What is required -
Copy out the data line by line exactly, from its start to the line bearing "along one line.", inclusive.

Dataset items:
package sight

import (
	"enfilade/solver/exact"
	"enfilade/solver/mesh"
)

// Sees reports whether b lies in the closed region seen from a, both in the plane of the given height. Only cones towards
// b are followed, so it costs the triangles along one line.
func (f *Finder) Sees(a, b exact.Pt, height int32) bool {
	return f.SeesWithin(a, b, height, Clip{})
}

// SeesWithin is Sees within a clip.
func (f *Finder) SeesWithin(a, b exact.Pt, height int32, c Clip) bool {
	if !f.findStarts(a, height) {
		return false
	}
	d := b.Sub(a)
	if a == b {
		return true
	}
	if !c.holds(b, d) {
		return false
	}
	for i := range f.starts {
		s := &f.starts[i]
		if s.r.Cross(d) < 0 || d.Cross(s.l) < 0 {
			continue
		}
		if !c.Sides {
			if f.reaches(s.edge, s.r, s.l, a, b, height) {
				return true
			}
			continue
		}
		// Straight ahead, b may be seen by one half of the view only. A sliver of the view without width sees nothing.
		for _, half := range [2][2]exact.Vec{{c.Right, c.Mid}, {c.Mid, c.Left}} {
			r, l, ok := clipCone(s.r, s.l, half[0], half[1])
			if ok && r.Cross(d) >= 0 && d.Cross(l) >= 0 && f.reaches(s.edge, r, l, a, b, height) {
				return true
			}
		}
	}
	return false
}

// reaches reports whether the cone from r to l, about to leave its triangle through e, holds b there or further on.
func (f *Finder) reaches(e mesh.Edge, r, l exact.Vec, eye, b exact.Pt, height int32) bool {
	d := b.Sub(eye)
	f.stack = append(f.stack[:0], frame{e, r, l})
	for len(f.stack) > 0 {
		now := f.stack[len(f.stack)-1]
		f.stack = f.stack[:len(f.stack)-1]
		t := &f.m.Tris[now.in.Tri()]
		i := now.in.Corner()
		if exact.Area2(t.P[i], t.P[inc[i]], b) >= 0 {
			f.stack = f.stack[:0]
			return true // b lies before the edge through which the cone would leave
		}
		if t.Top[i] >= height {
			continue
		}
		in := t.N[i]
		t = &f.m.Tris[in.Tri()]
		left := in.Corner()
		right := inc[left]
		apex := inc[right]
		first := in - mesh.Edge(left)
		v := t.P[apex].Sub(eye)
		rr, ll := now.r, now.l
		if now.r.Cross(v) > 0 { // part of the right edge is open
			lim := ll
			if v.Cross(ll) > 0 {
				lim = v
			}
			if d.Cross(lim) >= 0 {
				f.stack = append(f.stack, frame{first + mesh.Edge(right), rr, lim})
			}
		}
		if v.Cross(now.l) > 0 { // part of the left edge is open
			if now.r.Cross(v) > 0 {
				rr = v
			}
			if rr.Cross(d) >= 0 {
				f.stack = append(f.stack, frame{first + mesh.Edge(apex), rr, ll})
			}
		}
	}
	return false
}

Answer space -
package sight

import (
	"enfilade/solver/exact"
	"enfilade/solver/mesh"
)

// Sees reports whether b lies in the closed region seen from a, both in the plane of the given height. Only cones towards
// b are followed, so it costs the triangles along one line.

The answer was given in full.